**RECORDS TO PROCESS**
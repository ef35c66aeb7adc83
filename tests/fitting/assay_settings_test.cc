#include "fitting/assay_settings.h"

#include <cmath>
#include <cstdio>
#include <filesystem>
#include <fstream>
#include <limits>
#include <string>
#include <vector>

#include <gmock/gmock.h>
#include <gtest/gtest.h>

#include "importers/input_error.h"

namespace ratewell {
namespace {

using ::testing::AllOf;
using ::testing::HasSubstr;

const std::string kTestDataDir = RATEWELL_TEST_DATA_DIR;
const std::string kFile = "ASSAY-under-test.json";

// Runs the parser on text and returns the InputError it must throw.
InputError ParseError(const std::string& text) {
  try {
    ParseAssaySettings(text, kFile);
  } catch (const InputError& error) {
    return error;
  }
  ADD_FAILURE() << "no InputError for:\n" << text;
  return InputError("", 0, 0, "");
}

// ---------------------------------------------------------------------------
// Defaults and names.

TEST(AssaySettings, DefaultsAreThoseOfTheDesignContract) {
  // DESIGN §4, "Assay settings (ASSAY.json)": the values analyze uses without a file.
  const AssaySettings settings;
  EXPECT_EQ(settings.detection.species, "NADH");
  EXPECT_EQ(settings.detection.wavelength_nm, 340.0);
  // Horecker & Kornberg 1948: ε340(NADH) = 6220 M⁻¹cm⁻¹.
  EXPECT_EQ(settings.detection.epsilon_per_M_cm, 6220.0);
  EXPECT_EQ(settings.detection.direction, DetectionDirection::kConsumed);
  EXPECT_EQ(settings.detection.per_turnover, 1.0);
  EXPECT_EQ(settings.pathlength.mode, PathlengthMode::kFixed);
  EXPECT_EQ(settings.pathlength.cm, 1.0);
  // Water-peak defaults: 977 / 900 nm and k = 0.18 per cm (common practice, from memory).
  EXPECT_EQ(settings.pathlength.sample_nm, 977.0);
  EXPECT_EQ(settings.pathlength.reference_nm, 900.0);
  EXPECT_EQ(settings.pathlength.k_per_cm, 0.18);
  EXPECT_FALSE(settings.pathlength.volume_uL.has_value());
  EXPECT_FALSE(settings.pathlength.well_area_cm2.has_value());
  EXPECT_FALSE(settings.enzyme.known());
  EXPECT_FALSE(settings.enzyme.Nanomolar().has_value());
  EXPECT_EQ(settings.rate.method, RateMethod::kAuto);
  EXPECT_FALSE(settings.rate.window_min.has_value());
  EXPECT_EQ(settings.blank, BlankMode::kPlateMean);
  EXPECT_EQ(settings.absorbance_ceiling, 2.5);        // common practice
  EXPECT_EQ(settings.max_substrate_consumed, 0.10);   // common practice
}

TEST(AssaySettings, DefaultSettingsAreValid) {
  std::string error = "untouched";
  EXPECT_TRUE(AssaySettings().IsValid(&error));
  EXPECT_EQ(error, "untouched");
  EXPECT_TRUE(AssaySettings().IsValid(nullptr));
}

TEST(AssaySettings, EmptyObjectGivesTheDefaults) {
  EXPECT_EQ(ParseAssaySettings("{}", kFile), AssaySettings());
  EXPECT_EQ(ParseAssaySettings("  \n{ }\n", kFile), AssaySettings());
  // A UTF-8 byte order mark is allowed.
  EXPECT_EQ(ParseAssaySettings("\xEF\xBB\xBF{}", kFile), AssaySettings());
}

TEST(AssaySettings, EnumNamesRoundTrip) {
  for (DetectionDirection value : {DetectionDirection::kConsumed, DetectionDirection::kFormed}) {
    DetectionDirection parsed = value == DetectionDirection::kConsumed
                                    ? DetectionDirection::kFormed
                                    : DetectionDirection::kConsumed;
    ASSERT_TRUE(StringToDetectionDirection(DetectionDirectionToString(value), &parsed));
    EXPECT_EQ(parsed, value);
  }
  for (PathlengthMode value : {PathlengthMode::kFixed, PathlengthMode::kGeometry,
                               PathlengthMode::kWaterPeak, PathlengthMode::kStandards}) {
    PathlengthMode parsed = value == PathlengthMode::kFixed ? PathlengthMode::kStandards
                                                            : PathlengthMode::kFixed;
    ASSERT_TRUE(StringToPathlengthMode(PathlengthModeToString(value), &parsed));
    EXPECT_EQ(parsed, value);
  }
  for (RateMethod value :
       {RateMethod::kAuto, RateMethod::kLinear, RateMethod::kLag, RateMethod::kProgress}) {
    RateMethod parsed = value == RateMethod::kAuto ? RateMethod::kLag : RateMethod::kAuto;
    ASSERT_TRUE(StringToRateMethod(RateMethodToString(value), &parsed));
    EXPECT_EQ(parsed, value);
  }
  for (BlankMode value : {BlankMode::kPlateMean, BlankMode::kMatched, BlankMode::kNone}) {
    BlankMode parsed = value == BlankMode::kNone ? BlankMode::kMatched : BlankMode::kNone;
    ASSERT_TRUE(StringToBlankMode(BlankModeToString(value), &parsed));
    EXPECT_EQ(parsed, value);
  }
}

TEST(AssaySettings, EnumNamesAreTheFileSpellings) {
  // DESIGN §4 spellings.
  EXPECT_STREQ(DetectionDirectionToString(DetectionDirection::kConsumed), "consumed");
  EXPECT_STREQ(DetectionDirectionToString(DetectionDirection::kFormed), "formed");
  EXPECT_STREQ(PathlengthModeToString(PathlengthMode::kWaterPeak), "water-peak");
  EXPECT_STREQ(PathlengthModeToString(PathlengthMode::kStandards), "standards");
  EXPECT_STREQ(RateMethodToString(RateMethod::kProgress), "progress");
  EXPECT_STREQ(BlankModeToString(BlankMode::kPlateMean), "plate-mean");
}

TEST(AssaySettings, UnknownEnumNamesAreRejectedAndLeaveTheValue) {
  PathlengthMode mode = PathlengthMode::kGeometry;
  EXPECT_FALSE(StringToPathlengthMode("Water-Peak", &mode));
  EXPECT_FALSE(StringToPathlengthMode("", &mode));
  EXPECT_EQ(mode, PathlengthMode::kGeometry);
  BlankMode blank = BlankMode::kNone;
  EXPECT_FALSE(StringToBlankMode("mean", &blank));
  EXPECT_EQ(blank, BlankMode::kNone);
  DetectionDirection direction = DetectionDirection::kFormed;
  EXPECT_FALSE(StringToDetectionDirection("falls", &direction));
  RateMethod method = RateMethod::kLinear;
  EXPECT_FALSE(StringToRateMethod("automatic", &method));
  EXPECT_EQ(method, RateMethod::kLinear);
}

// ---------------------------------------------------------------------------
// IsValid on settings built in code.

TEST(AssaySettings, IsValidNamesTheKeyOfTheFirstProblem) {
  std::string error;
  AssaySettings settings;
  settings.detection.epsilon_per_M_cm = -6220.0;
  EXPECT_FALSE(settings.IsValid(&error));
  EXPECT_THAT(error, HasSubstr("detection.epsilon_per_M_cm"));

  settings = AssaySettings();
  settings.detection.per_turnover = 0.0;
  EXPECT_FALSE(settings.IsValid(&error));
  EXPECT_THAT(error, HasSubstr("detection.per_turnover"));

  settings = AssaySettings();
  settings.pathlength.cm = std::numeric_limits<double>::quiet_NaN();
  EXPECT_FALSE(settings.IsValid(&error));
  EXPECT_THAT(error, HasSubstr("pathlength.cm"));

  settings = AssaySettings();
  settings.pathlength.cm = 5.0;  // not a microplate well (limit kMaxSensiblePathlengthCm)
  EXPECT_FALSE(settings.IsValid(&error));

  settings = AssaySettings();
  settings.pathlength.mode = PathlengthMode::kGeometry;
  settings.pathlength.volume_uL = 200.0;
  EXPECT_FALSE(settings.IsValid(&error));
  EXPECT_THAT(error, HasSubstr("pathlength.well_area_cm2"));
  settings.pathlength.well_area_cm2 = 0.32;
  EXPECT_TRUE(settings.IsValid(&error)) << error;
  // 200 µL over 0.0032 cm² would be 62.5 cm: an area given in the wrong unit.
  settings.pathlength.well_area_cm2 = 0.0032;
  EXPECT_FALSE(settings.IsValid(&error));
  EXPECT_THAT(error, HasSubstr("62.5 cm"));

  settings = AssaySettings();
  settings.pathlength.mode = PathlengthMode::kWaterPeak;
  settings.pathlength.reference_nm = 977.0;
  EXPECT_FALSE(settings.IsValid(&error));
  EXPECT_THAT(error, HasSubstr("pathlength.reference_nm"));

  settings = AssaySettings();
  settings.rate.window_min = std::make_pair(3.0, 3.0);
  EXPECT_FALSE(settings.IsValid(&error));
  EXPECT_THAT(error, HasSubstr("rate.window_min"));

  settings = AssaySettings();
  settings.max_substrate_consumed = 1.0;
  EXPECT_FALSE(settings.IsValid(&error));
  EXPECT_THAT(error, HasSubstr("max_substrate_consumed"));

  settings = AssaySettings();
  settings.absorbance_ceiling = 0.0;
  EXPECT_FALSE(settings.IsValid(&error));
  EXPECT_THAT(error, HasSubstr("absorbance_ceiling"));

  settings = AssaySettings();
  settings.detection.species.clear();
  EXPECT_FALSE(settings.IsValid(&error));
  EXPECT_THAT(error, HasSubstr("detection.species"));
}

TEST(AssaySettings, EnzymeAmountConvertsBetweenMolarAndMass) {
  AssaySettings::Enzyme enzyme;
  enzyme.mg_per_mL = 0.0002;
  enzyme.molar_mass_Da = 52000.0;
  // mg/mL = g/L; 0.0002 g/L ÷ 52000 g/mol = 3.846e-9 M = 3.846 nM.
  constexpr double kRelative = 1e-14;  // one division and one product in double
  ASSERT_TRUE(enzyme.Nanomolar().has_value());
  EXPECT_NEAR(*enzyme.Nanomolar(), 0.0002 / 52000.0 * 1e9, kRelative * 3.85);
  EXPECT_NEAR(*enzyme.Nanomolar(), 3.8461538461538463, kRelative * 3.85);
  ASSERT_TRUE(enzyme.MilligramsPerMillilitre().has_value());
  EXPECT_EQ(*enzyme.MilligramsPerMillilitre(), 0.0002);

  AssaySettings::Enzyme molar;
  molar.nM = 5.0;
  EXPECT_EQ(*molar.Nanomolar(), 5.0);
  EXPECT_FALSE(molar.MilligramsPerMillilitre().has_value());
  molar.molar_mass_Da = 50000.0;
  // 5 nM × 50000 g/mol = 2.5e-4 g/L = 2.5e-4 mg/mL.
  EXPECT_NEAR(*molar.MilligramsPerMillilitre(), 2.5e-4, kRelative * 2.5e-4);

  AssaySettings::Enzyme mass_only;
  mass_only.mg_per_mL = 0.001;
  EXPECT_TRUE(mass_only.known());
  EXPECT_FALSE(mass_only.Nanomolar().has_value());
}

// ---------------------------------------------------------------------------
// Well-formed files.

TEST(AssaySettingsParse, FullFileSetsEveryKey) {
  const AssaySettings settings =
      ReadAssaySettingsFile(kTestDataDir + "/settings/full_assay.json");
  EXPECT_EQ(settings.detection.species, "NADPH");
  EXPECT_EQ(settings.detection.wavelength_nm, 340.0);
  EXPECT_EQ(settings.detection.epsilon_per_M_cm, 6220.0);
  EXPECT_EQ(settings.detection.direction, DetectionDirection::kFormed);
  EXPECT_EQ(settings.detection.per_turnover, 2.0);
  EXPECT_EQ(settings.pathlength.mode, PathlengthMode::kGeometry);
  EXPECT_EQ(settings.pathlength.volume_uL, 150.0);
  EXPECT_EQ(settings.pathlength.well_area_cm2, 0.32);
  EXPECT_EQ(settings.enzyme.mg_per_mL, 0.0002);
  EXPECT_EQ(settings.enzyme.molar_mass_Da, 52000.0);
  EXPECT_FALSE(settings.enzyme.nM.has_value());
  EXPECT_EQ(settings.rate.method, RateMethod::kLag);
  ASSERT_TRUE(settings.rate.window_min.has_value());
  EXPECT_EQ(settings.rate.window_min->first, 1.5);
  EXPECT_EQ(settings.rate.window_min->second, 8.0);
  EXPECT_EQ(settings.blank, BlankMode::kMatched);
  EXPECT_EQ(settings.absorbance_ceiling, 2.0);
  EXPECT_EQ(settings.max_substrate_consumed, 0.05);
}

**WHAT TO PRODUCE**
Your answer should be the lines above, from the line containing "RateMethod method = RateMethod::kLinear;" up to and including the line containing "settings.pathlength.cm = 5.0;", reproduced exactly and with nothing else.

**RESPONSE BOX**
  RateMethod method = RateMethod::kLinear;
  EXPECT_FALSE(StringToRateMethod("automatic", &method));
  EXPECT_EQ(method, RateMethod::kLinear);
}

// ---------------------------------------------------------------------------
// IsValid on settings built in code.

TEST(AssaySettings, IsValidNamesTheKeyOfTheFirstProblem) {
  std::string error;
  AssaySettings settings;
  settings.detection.epsilon_per_M_cm = -6220.0;
  EXPECT_FALSE(settings.IsValid(&error));
  EXPECT_THAT(error, HasSubstr("detection.epsilon_per_M_cm"));

  settings = AssaySettings();
  settings.detection.per_turnover = 0.0;
  EXPECT_FALSE(settings.IsValid(&error));
  EXPECT_THAT(error, HasSubstr("detection.per_turnover"));

  settings = AssaySettings();
  settings.pathlength.cm = std::numeric_limits<double>::quiet_NaN();
  EXPECT_FALSE(settings.IsValid(&error));
  EXPECT_THAT(error, HasSubstr("pathlength.cm"));

  settings = AssaySettings();
  settings.pathlength.cm = 5.0;  // not a microplate well (limit kMaxSensiblePathlengthCm)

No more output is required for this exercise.